==============
The GraphLandscape implementation uses the traditional client-server model because the algorithms used to navigate through the aggregate views of both the data and the dimensions are expensive.
An Apche2 web server acts as a proxy for a service running node.js. The reason for this is that Apache2 can authenticate to a Kerberos server (but the is not implemented).
Node.js acts as the application server. With the authentication functionality switch off, this is a very simple layer, passing requests through to the database server and serving the static documents.
The database server the Postgesql. The reason for this is that we can use R functionality (and in fact even raw C) inside the database functions. This opens up a lot of libraries to be exploited by the user (beyond was is built by this system). Also R has an in-built library to enable the execution of its functions over multiple cores.
Another advantage of R is that when passing the data back it uses a very sparse data representation which will save bandwidth over the network.
On the client side the work is done with HTML5 and javascript.
There are 4 views of the data that are rendered from 3 separate database calls.
The primary view (Front View) is a PCP. This is a direct rendering of an arbitrary SQL statement.
SQL can already ask some sophisticated questions of the data, so allowing the users the full functionality of this very mature tool makes sense.
Directly dependant on the Front View (it uses the same database call) is the Section View. This consists of n-1 scatter-plots (SPs) that are located under each dimension in the PCP. The user selects the dimension they wish to examine and 2D scatter-plots of this dimension against all the others are displayed.
It the PCP is the Front View of the data, then if we view the data from above we will see the Plan View. A naive rendering would not be useful, so the question becomes: what would a meaningful aggregation of the dimensions of dataset look like? Given the sparseness of the graph (n nodes) it was decided that a Forced Layout (FL) that describes the 'relatedness' of each dimension would be the most useful. To do the we calculated the Global Correlation Coefficient (GCC) to give us a useful number between 0 and 1 which was then used to set the initial distance and force for the FL simulation. The user can then see the interesting dimensions clustered in the middle and the non-relevant dimension excluded on the periphery. The user can also see the arbitrary path through the relationship mesh that the PCP renders as it is hi-lighted in red.

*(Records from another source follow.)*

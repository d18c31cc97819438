package report

import "slowpoint/rules"

// Room says the margin of the deciding limit in words, rounded down so that it never looks larger than it is; "" if there is none.
func (r *Row) Room(h *Head) string {
	return h.room(&rules.Finding{MarginK: r.MarginK, MarginS: r.MarginS, MarginPlace: r.MarginPlace})
}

The final view is the Side View. Here we are examining the aggregate view of the dataset itself. The obvious candidate is a Multi-Dimensional Scale (MDS). There are two options available to the user: a set of cheap, pre calculated values; and the option to calculate the MDS on the fly using only the data and dimensions in the current query. Calculation the MDS is the most expensive operation in the system and optimising this (perhaps with using raw C inside the Postgres function and/or utilising GPU computing).

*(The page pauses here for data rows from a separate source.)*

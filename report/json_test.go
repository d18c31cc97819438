package report

import (
	"bytes"
	"encoding/json"
	"flag"
	"fmt"
	"io"
	"math"
	"math/rand"
	"os"
	"path/filepath"
	"reflect"
	"runtime"
	"slices"
	"sort"
	"strconv"
	"strings"
	"testing"

	"github.com/google/go-cmp/cmp"

	"slowpoint/model"
)

var rewrite = flag.Bool("rewrite", false, "write the golden files anew")

// golden compares got with a file of testdata; a missing file fails.
func golden(t *testing.T, name string, got []byte) {
	t.Helper()
	path := filepath.Join("testdata", name)
	if *rewrite {
		if err := os.WriteFile(path, got, 0o644); err != nil {
			t.Fatal(err)
		}
	}
	want, err := os.ReadFile(path)
	if err != nil {
		t.Fatal(err)
	}
	if d := cmp.Diff(string(want), string(got)); d != "" {
		t.Errorf("%s differs (- wanted, + got):\n%s", path, d)
	}
}

// stream is the shape that all writers share.
type stream interface {
	Add(*Product) error
	Close() error
}

// write puts products through a writer.
func write[S stream](t testing.TB, make func(io.Writer, *Head) S, h *Head, ps ...*Product) []byte {
	t.Helper()
	var b bytes.Buffer
	w := make(&b, h)
	for _, p := range ps {
		if err := w.Add(p); err != nil {
			t.Fatal(err)
		}
	}
	if err := w.Close(); err != nil {
		t.Fatal(err)
	}
	return b.Bytes()
}

func TestJSONGolden(t *testing.T) {
	p := trayProduct(t, "Beef stew <\"tray\">")
	got := write(t, NewJSON, trayHead(), p)
	golden(t, "tray.json", withoutCautions(got)) // the cautions are held by a test of their own
}

// withoutCautions drops the lines of the array "cautions".
func withoutCautions(b []byte) []byte {
	var out []string
	in := false
	for _, line := range strings.Split(string(b), "\n") {
		if strings.HasPrefix(line, `    "cautions": [`) {
			in = !strings.HasSuffix(line, "],")
			continue
		}
		if in {
			in = !strings.HasSuffix(line, "],")
			continue
		}
		out = append(out, line)
	}
	return []byte(strings.Join(out, "\n"))
}

// The keys that the contract names, and the numbers in their units.
func TestJSONKeys(t *testing.T) {
	var all map[string]any
	if err := json.Unmarshal(write(t, NewJSON, trayHead(), trayProduct(t, "One"), trayProduct(t, "Two")), &all); err != nil {
		t.Fatal(err)
	}
	products := all["products"].([]any)
	if len(products) != 2 {
		t.Fatalf("%d products, wanted 2", len(products))
	}
	p := products[1].(map[string]any)
	first := func(key string) map[string]any { return p[key].([]any)[0].(map[string]any) }
	for _, c := range []struct {
		name string
		in   map[string]any
		keys string
	}{
		{"document", all, "schema version date plan problems not_calculated products"},
		{"plan", all["plan"].(map[string]any), "name sha256 items"},
		{"problem", all["problems"].([]any)[0].(map[string]any), "at level typed message hint"},
		{"not calculated", all["not_calculated"].([]any)[0].(map[string]any), "product at because"},
		{"product", p, "product process verdict method error_K t_s coldest_C hottest_C mean_C coldest_at_mm hottest_at_mm points steps findings groups cautions"},
		{"point", first("points"), "point at_mm C"},
		{"step", first("steps"), "step stage start_s end_s"},
		{"finding", first("findings"), "limit rule level verdict value required unit margin_K margin_s at_s at_mm clock_start_s clock_end_s code clause edition cells why"},
		{"group", first("groups"), "group join verdict decided_by"},
	} {
		t.Run(c.name, func(t *testing.T) {
			for _, key := range strings.Fields(c.keys) {
				if _, ok := c.in[key]; !ok {
					t.Errorf("%q is missing", key)
				}
			}
		})
	}
	if got := p["coldest_at_mm"].([]any)[1]; !reflect.DeepEqual(got, []any{-1.2346, 0., 0.}) { // -0.001234567 m
		t.Errorf("coldest_at_mm[1] = %v", got)
	}
	if got := p["mean_C"].([]any)[5]; got != nil {
		t.Errorf("a mean that does not exist is %v, wanted null", got)
	}
	if got := p["findings"].([]any)[1].(map[string]any)["value"]; got != nil {
		t.Errorf("a value that does not exist is %v, wanted null", got)
	}
	if got := p["points"].([]any)[1].(map[string]any)["at_mm"]; !reflect.DeepEqual(got, []any{-14., 32.5, 0.}) {
		t.Errorf("probe at %v", got)
	}
}

func TestJSONPlanItemsKeepTheirOrder(t *testing.T) {
	h := trayHead()
	h.Items = []Item{{Item: "Site", Value: "a"}, {Item: "Authority", Value: "b"}, {Item: "Edition", Value: "3"}}
	got := string(write(t, NewJSON, h))
	if want := `"items":{"Site":"a","Authority":"b","Edition":"3"}`; !strings.Contains(got, want) {
		t.Errorf("%s not found in\n%s", want, got)
	}
	if !json.Valid([]byte(got)) {
		t.Errorf("a document without products is not JSON:\n%s", got)
	}
}

// A plan that ends late may still add problems; they stand in the document.
func TestHeadMayGrowUntilClose(t *testing.T) {
	h := trayHead()
	h.NotCalculated = nil
	var b bytes.Buffer
	j := NewJSON(&b, h)
	if err := j.Add(trayProduct(t, "One")); err != nil {
		t.Fatal(err)
	}
	h.NotCalculated = append(h.NotCalculated, NotCalculated{Product: "Late"})
	if err := j.Close(); err != nil {
		t.Fatal(err)
	}
	if !strings.Contains(b.String(), `{"product":"Late"`) {
		t.Error("a product that was refused late is not in the document")
	}
}

func TestNumbersOfJSON(t *testing.T) {
	for _, c := range []struct {
		name     string
		x        float64
		decimals int
		want     string
	}{
		{"trailing noughts go", 12.50000001, 5, "12.5"},
		{"whole", 120, 4, "120"},
		{"no minus nought", -0.000001, 5, "0"},
		{"noughts of a whole number stay", 1200, 0, "1200"},
		{"exact time", 4380.123456789, -1, "4380.123456789"},
		{"a fifth decimal", -18.123456, 5, "-18.12346"},
	} {
		t.Run(c.name, func(t *testing.T) {
			if got := string(appendNumber(nil, c.x, c.decimals)); got != c.want {
				t.Errorf("%v with %d decimals: %s, wanted %s", c.x, c.decimals, got, c.want)
			}
		})
	}
}

func TestSameInputSameBytes(t *testing.T) {
	for _, c := range []struct {
		name string
		make func() []byte
	}{
		{"json", func() []byte { return write(t, NewJSON, trayHead(), trayProduct(t, "One"), trayProduct(t, "Two")) }},
		{"xlsx", func() []byte { return write(t, NewWorkbook, trayHead(), trayProduct(t, "One"), trayProduct(t, "Two")) }},
	} {
		t.Run(c.name, func(t *testing.T) {
			first := c.make()
			for i := 0; i < 5; i++ {
				if !bytes.Equal(first, c.make()) {
					t.Fatalf("run %d differs", i+2)
				}
			}
		})
	}
}

func TestAddNeedsAHistory(t *testing.T) {
	for _, s := range []stream{NewJSON(io.Discard, trayHead()), NewWorkbook(io.Discard, trayHead())} {
		if err := s.Add(&Product{}); err == nil {
			t.Errorf("%T took a product without a history", s)
		}
		if err := s.Close(); err != nil {
			t.Errorf("%T: %v", s, err)
		}
	}
}

// fullDisk fails after so many bytes.
type fullDisk int

func (d *fullDisk) Write(b []byte) (int, error) {
	if *d -= fullDisk(len(b)); *d < 0 {
		return 0, fmt.Errorf("no space left")
	}
	return len(b), nil
}

func TestAFullDiskIsAnError(t *testing.T) {
	for name, make := range map[string]func(io.Writer) stream{
		"json": func(w io.Writer) stream { return NewJSON(w, trayHead()) },
		"xlsx": func(w io.Writer) stream { return NewWorkbook(w, trayHead()) },
	} {
		t.Run(name, func(t *testing.T) {
			disk := fullDisk(1000)
			s := make(&disk)
			if err := s.Add(trayProduct(t, "One")); err != nil {
				t.Fatal(err)
			}
			if err := s.Close(); err == nil || !strings.Contains(err.Error(), "no space left") {
				t.Errorf("error %v, wanted no space left", err)
			}
		})
	}
}

// long gives a product a course of n samples.
func long(t testing.TB, n int) *Product {
	p := trayProduct(t, "Long")
	s := &p.Samples
	s.TimesS, s.Coldest, s.Hottest, s.Mean, s.ColdestAt, s.HottestAt = nil, nil, nil, nil, nil, nil
	for i := 0; i < n; i++ {
		x := float64(i)
		s.TimesS = append(s.TimesS, 9000*x/float64(n-1))
		s.Coldest, s.Hottest, s.Mean = append(s.Coldest, 20+x/7), append(s.Hottest, 21+x/7), append(s.Mean, 20.5+x/7)
		s.ColdestAt, s.HottestAt = append(s.ColdestAt, model.Place{UpM: -0.00123 * x / float64(n)}), append(s.HottestAt, model.Place{UpM: -0.00123 * x / float64(n)})
	}
	s.Points = [][]float64{slices.Clone(s.Coldest), slices.Clone(s.Hottest)}
	return p
}

// 2,000 products of 300 samples pass in the memory of a few: the spools go to a file.
func TestTwoThousandProductsInBoundedMemory(t *testing.T) {
	if testing.Short() {
		t.Skip("writes 2,000 products")
	}
	p := long(t, 300)
	for _, c := range []struct {
		name string
		make func() stream
		most uint64 // bytes held before Close; the courses of all products would be 70 MB
	}{
		{"json", func() stream { return NewJSON(io.Discard, trayHead()) }, 24 << 20},
		{"xlsx", func() stream { return NewWorkbook(io.Discard, trayHead()) }, 24 << 20},
	} {
		t.Run(c.name, func(t *testing.T) {
			before := held()
			s := c.make()
			for i := 0; i < 2000; i++ {
				p.Product.Name = fmt.Sprintf("Product %d", i)
				if err := s.Add(p); err != nil {
					t.Fatal(err)
				}
			}
			after := held()
			if err := s.Close(); err != nil {
				t.Fatal(err)
			}
			grown := max(after, before) - before
			t.Logf("%.1f MB held", float64(grown)/1e6)
			if grown > c.most {
				t.Errorf("%.1f MB held, wanted at most %.1f", float64(grown)/1e6, float64(c.most)/1e6)
			}
		})
	}
}

// held is what the heap holds after a collection.
func held() uint64 {
	runtime.GC()
	var m runtime.MemStats
	runtime.ReadMemStats(&m)
	return m.HeapAlloc
}

// BenchmarkStreams is one product of 500 samples through each writer.
func BenchmarkStreams(b *testing.B) {
	p := long(b, 500)
	makes := map[string]func() stream{
		"json": func() stream { return NewJSON(io.Discard, trayHead()) },
		"xlsx": func() stream { return NewWorkbook(io.Discard, trayHead()) },
	}
	names := []string{}
	for n := range makes {
		names = append(names, n)
	}
	sort.Strings(names)
	for _, name := range names {
		b.Run(name, func(b *testing.B) {
			b.ReportAllocs()
			s := makes[name]()
			for b.Loop() {
				if err := s.Add(p); err != nil {
					b.Fatal(err)
				}
			}
			if err := s.Close(); err != nil {
				b.Fatal(err)
			}
		})
	}
}

// A value that JSON cannot hold is an error of the document, not a gap in it and not a crash.
func TestJSONFault(t *testing.T) {
	var b bytes.Buffer
	j := NewJSON(&b, &Head{})
	j.value("x", json.RawMessage("NaN"))
	if err := j.Close(); err == nil {
		t.Error("a value that is no JSON went unseen")
	}
}

// A number is written as the standard library rounds it, without trailing noughts: also at a half, where a product of floats
// would round the other way, beyond the whole digits of a float, and below the last decimal.
func TestAppendNumber(t *testing.T) {
	for _, c := range []struct {
		x        float64
		decimals int
		want     string
	}{
		{0, 5, "0"}, {math.Copysign(0, -1), 5, "0"}, {-0.000004, 5, "0"}, {0.000006, 5, "0.00001"}, {-12.5, 5, "-12.5"}, {100, 4, "100"}, {9.99999999, 5, "10"},
		{1.005, 2, "1"}, {0.125, 2, "0.12"}, {0.375, 2, "0.38"}, {2.5, 0, "2"}, {1234567890123.25, 1, "1234567890123.2"}, {0.1, -1, "0.1"}, {1e-7, -1, "0.0000001"},
	} {
		if got := string(appendNumber(nil, c.x, c.decimals)); got != c.want {
			t.Errorf("%v with %d decimals: %s, want %s", c.x, c.decimals, got, c.want)
		}
	}
	draw := rand.New(rand.NewSource(20260131))
	for range 200_000 {
		x, decimals := (draw.Float64()-0.5)*math.Pow10(draw.Intn(14)-4), 1+draw.Intn(6)
		if draw.Intn(3) == 0 { // a half of the last decimal, as exactly as a float holds it
			x = (math.Round(x) + 0.5) / math.Pow10(decimals)
		}
		want := strings.TrimRight(strings.TrimRight(strconv.FormatFloat(x, 'f', decimals, 64), "0"), ".")
		if want == "-0" {
			want = "0"
		}
		if got := string(appendNumber(nil, x, decimals)); got != want {
			t.Fatalf("%v with %d decimals: %s, want %s", x, decimals, got, want)
		}
	}
}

The interactive elements happen beyond the initial SQL query.
Firstly the PCP allows for “brushing” of the dataset to hi-light areas if interest to the user. When this is done the other views that render the dataset (Section and Side views) also hi-light the same data points. If the “MDS calculate” option is enabled the user can get a new rendering of the MDS based on the subset of data.

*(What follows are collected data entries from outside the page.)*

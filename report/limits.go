package report

import (
	"slices"
	"strings"

	"slowpoint/rules"
)

// typed writes a temperature of a limit as the user typed it, never rounded, with the other unit in brackets. c is in °C.
func (h *Head) typed(l *rules.Limit, heading string, c *float64) string {
	if c == nil {
		return ""
	}
	s := strings.TrimSpace(l.Typed[heading])
	switch {
	case s == "" || !strings.Contains(s, "°"):
		return h.stated(*c)
	case strings.HasSuffix(s, "F"):
		return s + " (" + plain(*c, 2, nearest) + " °C)"
	}
	return s + " (" + plain(fahrenheit(*c), 2, nearest) + " °F)"
}

// asTyped writes any other value of a limit as typed, or the number that is used.
func asTyped(l *rules.Limit, heading string, v *float64, per float64, unit string) string {
	if s := l.AsTyped(heading); s != "" {
		return s
	}
	if v == nil {
		return ""
	}
	return plain(*v/per, 4, nearest) + " " + unit
}

// typedDifference writes a difference of a limit as typed with the other unit in brackets: it scales and never shifts. k is in K.
func (h *Head) typedDifference(l *rules.Limit, heading string, k *float64) string {
	if k == nil {
		return ""
	}
	inC, inF := plain(*k, 2, nearest)+" °C", plain(differenceF.Out(*k), 2, nearest)+" °F"
	if strings.Contains(l.Typed[heading], "F") {
		return inF + " (" + inC + ")"
	}
	return inC + " (" + inF + ")"
}

func minutes(l *rules.Limit, heading string, s *float64) string {
	return asTyped(l, heading, s, 60, "min")
}

// bound says on which side of a temperature it has to be.
func (h *Head) bound(l *rules.Limit) string {
	if l.FromC != nil {
		if l.Compare == rules.MoreThan {
			return say("above", h.typed(l, "From", l.FromC))
		}
		return say("at or above", h.typed(l, "From", l.FromC))
	}
	if l.Compare == rules.LessThan {
		return say("below", h.typed(l, "To", l.ToC))
	}
	return say("at or below", h.typed(l, "To", l.ToC))
}

// lower is the lower bound of a limit whose To is what has to be reached from above.
func (h *Head) lower(l *rules.Limit) string {
	if l.Compare == rules.LessThan {
		return say("below", h.typed(l, "To", l.ToC))
	}
	return h.typed(l, "To", l.ToC)
}

// within is a longest allowed or a least needed time.
func within(l *rules.Limit) string {
	t := minutes(l, "Time", l.TimeS)
	switch l.CompareTime {
	case rules.LessThan:
		return say("less than", t)
	case rules.MoreThan:
		return say("more than", t)
	case rules.AtLeast:
		return say("at least", t)
	}
	return say("at most", t)
}

// clock says in words when the time of a limit starts to run.
func (h *Head) clock(l *rules.Limit) string {
	c := l.Clock
	switch {
	case c.Start != nil:
		return say("clock stage start", c.Start.Name)
	case c.End != nil:
		return say("clock stage end", c.End.Name)
	case c.AtC != nil:
		return say("clock crossing", h.clockTyped(l))
	case c.Crossing:
		return say("clock crossing", h.typed(l, "From", l.FromC))
	}
	return ""
}

func (h *Head) clockTyped(l *rules.Limit) string { return h.stated(*l.Clock.AtC) }

// stages names the stages that a limit is about.
func stages(l *rules.Limit) string {
	var s []string
	for _, st := range l.Stages {
		s = append(s, st.Name)
	}
	if l.Then != nil {
		return strings.Join(append(s, l.Then.Name), " > ")
	}
	if len(s) == 0 {
		return say("whole chain")
	}
	return strings.Join(s, " + ")
}

func counting(l *rules.Limit) string {
	return [...]string{"", say("total"), say("continuous"), say("once")}[l.Counting]
}

// asked words what each kind of limit asks for.
var asked = map[string]func(h *Head, l *rules.Limit) string{
	"hold": func(h *Head, l *rules.Limit) string {
		if l.TimeS != nil && *l.TimeS == 0 {
			return say("asks once", h.bound(l))
		}
		return say("asks hold", h.bound(l), minutes(l, "Time", l.TimeS), counting(l))
	},
	"hold table": func(h *Head, l *rules.Limit) string {
		if l.Table == nil {
			return ""
		}
		return say("asks table", l.Table.Name, counting(l))
	},
	"lethality": func(h *Head, l *rules.Limit) string {
		s := say("asks equivalent", minutes(l, "Time", l.TimeS))
		if l.Logs != nil {
			s = say("asks logs", plain(*l.Logs, 4, nearest), minutes(l, "D", l.DS))
		}
		s += say("asks reference", h.typed(l, "Reference temperature", l.ReferenceC), h.typedDifference(l, "z", l.ZK))
		if l.ZAboveK != nil {
			s += say("asks z above", h.typedDifference(l, "z above the reference temperature", l.ZAboveK))
		}
		if l.FromC != nil {
			return s + say("asks floor", h.typed(l, "From", l.FromC))
		}
		return s + say("asks no floor")
	},
	"cool": func(h *Head, l *rules.Limit) string { return say("asks cool", h.lower(l), within(l), h.clock(l)) },
	"heat": func(h *Head, l *rules.Limit) string {
		s := say("asks heat", h.typed(l, "To", l.ToC), within(l), h.clock(l))
		if l.SecondS != nil {
			s += say("asks heat stay", minutes(l, "Second time", l.SecondS))
		}
		return s
	},
	"band": func(h *Head, l *rules.Limit) string {
		return say("asks band", within(l), h.typed(l, "From", l.FromC), h.typed(l, "To", l.ToC), counting(l))
	},
	"stay above": stay, "stay below": stay,
	"outside": func(h *Head, l *rules.Limit) string {
		return say("asks outside", h.typed(l, "From", l.FromC), h.typed(l, "To", l.ToC))
	},
	"by the end": func(h *Head, l *rules.Limit) string {
		if l.TimeS != nil {
			return say("asks by time", h.bound(l), minutes(l, "Time", l.TimeS), h.clock(l))
		}
		return say("asks by the end", h.bound(l))
	},
	"delay":    func(h *Head, l *rules.Limit) string { return say("asks delay", within(l)) },
	"duration": func(h *Head, l *rules.Limit) string { return say("asks duration", within(l)) },
	"falling": func(h *Head, l *rules.Limit) string {
		return say("asks falling", h.typedDifference(l, "Allowance", l.AllowanceK))
	},
	"freeze": func(h *Head, l *rules.Limit) string {
		return say("asks freeze", h.typed(l, "From", l.FromC), minutes(l, "Time", l.TimeS), h.typed(l, "To", l.ToC), minutes(l, "Second time", l.SecondS))
	},
	"humidity": func(h *Head, l *rules.Limit) string {
		s := say("asks humidity", asTyped(l, "Humidity", l.HumidityPc, 1, "%"))
		if l.SharePc != nil {
			s += say("asks share", asTyped(l, "Share of stage", l.SharePc, 1, "%"))
		}
		if l.TimeS != nil {
			s += say("asks at least", minutes(l, "Time", l.TimeS))
		}
		return s
	},
	"stated": func(h *Head, l *rules.Limit) string {
		if l.Answer == "" {
			return say("asks stated blank")
		}
		return say("asks stated", l.Answer)
	},
}

func stay(h *Head, l *rules.Limit) string {
	s := say("asks stay", h.bound(l))
	if l.TimeS != nil {
		s += say("asks except", within(l))
	}
	return s
}

// asks says in words what a limit asks for, with every number as typed.
func (h *Head) asks(l *rules.Limit) string {
	if l.Kind == nil {
		return ""
	}
	if f := asked[l.Kind.Name]; f != nil {
		return strings.ReplaceAll(f(h, l), " ()", "")
	}
	return l.Kind.Help
}

// plainly is asks for whoever cooks: without words of theory.
func (h *Head) plainly(f *rules.Finding) string {
	l := f.Limit
	if row := decidingRow(f); row != nil && row.Typed != "" {
		return say("plainly row", row.Typed, l.Table.Name)
	}
	if l.Kind == nil || l.Kind.Name != "lethality" {
		return h.asks(l)
	}
	if l.Logs != nil {
		return say("plainly logs", h.typed(l, "Reference temperature", l.ReferenceC))
	}
	return say("plainly equivalent", minutes(l, "Time", l.TimeS), h.typed(l, "Reference temperature", l.ReferenceC))
}

// decidingRow is the row of a limit's table that decides its finding; nil if there is none.
func decidingRow(f *rules.Finding) *rules.Row {
	if f.Limit == nil || f.Limit.Table == nil {
		return nil
	}
	for i := range f.Limit.Table.Rows {
		if row := &f.Limit.Table.Rows[i]; !row.At.IsZero() && slices.Contains(f.Cells, row.At) {
			return row
		}
	}
	return nil
}

// rowTyped writes the temperature of a table's row as typed, with the other unit in brackets.
func (h *Head) rowTyped(row *rules.Row) string {
	temperature, _, _ := strings.Cut(row.Typed, ",")
	return h.typed(&rules.Limit{Typed: map[string]string{"": temperature}}, "", &row.C)
}

// bare tells whether a limit lacks a part of its citation.
func bare(l *rules.Limit) bool {
	return strings.TrimSpace(l.Code) == "" || strings.TrimSpace(l.Clause) == "" || strings.TrimSpace(l.Edition) == ""
}

// lacks names what is missing in a citation.
func lacks(l *rules.Limit) string {
	var s []string
	for _, part := range []struct{ name, value string }{{"Code", l.Code}, {"Clause", l.Clause}, {"Edition", l.Edition}} {
		if strings.TrimSpace(part.value) == "" {
			s = append(s, part.name)
		}
	}
	return strings.Join(s, ", ")
}

// room says a finding's margin in words: rounded down, so that it never looks larger than it is; and whose it is where the margin in
// temperature is not that of the place that decides.
func (h *Head) room(f *rules.Finding) string {
	var have, lack []string
	kelvin := func(v float64, r rounding) string {
		if f.MarginPlace != "" {
			return say("room elsewhere", h.difference(v, r), f.MarginPlace)
		}
		return h.difference(v, r)
	}
	for _, m := range []struct {
		v     *float64
		write func(v float64, r rounding) string
	}{{f.MarginK, kelvin}, {f.MarginS, duration}} {
		switch {
		case !finite(m.v), *m.v >= 0 && f.Verdict == rules.NotMet: // what is missed has no room
		case *m.v >= 0:
			have = append(have, m.write(*m.v, down))
		default:
			lack = append(lack, m.write(-*m.v, up))
		}
	}
	var s []string
	if len(have) > 0 {
		s = append(s, say("room", strings.Join(have, say("and"))))
	}
	if len(lack) > 0 {
		s = append(s, say("lacking", strings.Join(lack, say("and"))))
	}
	return strings.Join(s, "; ")
}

Dimensions on the PCP can be re-ordered to expose relations of interest more readily. When re-ordered the corresponding scatter-plot also moves as expected and the red path through the Plan View also updates.
Dimensions on the PCP can be deleted and the corresponding scatter-plot and node in the Plan View also get deleted. If the “MDS calculate” option is enabled the user can get a new rendering of the MDS based on the reduced dimensions.
The brushing functionality also works in reverse, from the MDS onto the PCP and Sps.
The user can make multiple arbitrary queries to the database and each of these are saved in their browser session so that the can easily switch between then.
Finally the user has the option to extract the IDs of the dataset they have hi-lighted and save it to a text file with an annotation.
One of the original ideas with the mid-year re-factoring was to use the mature d3.parcoords.js script as the basis for all the others. It turns out that I was unable to do this and so these files are not really used: d3.forcedlayout.js d3.multidscale.js d3.scatterplots.js The actual functionality is in: d3.forcedlayout2.js d3.multidscale2.js d3.scatterplots2.js
R returns the dataset as a sparse representation just including the data in a 2D matrix. Since the only thing missing from this is the column names we create a wrapper function that returns two rows. The first row is a vector containing the the column names and the second row is the 2D matrix containing the data. For the two aggregate views these column names are effectively hard-coded.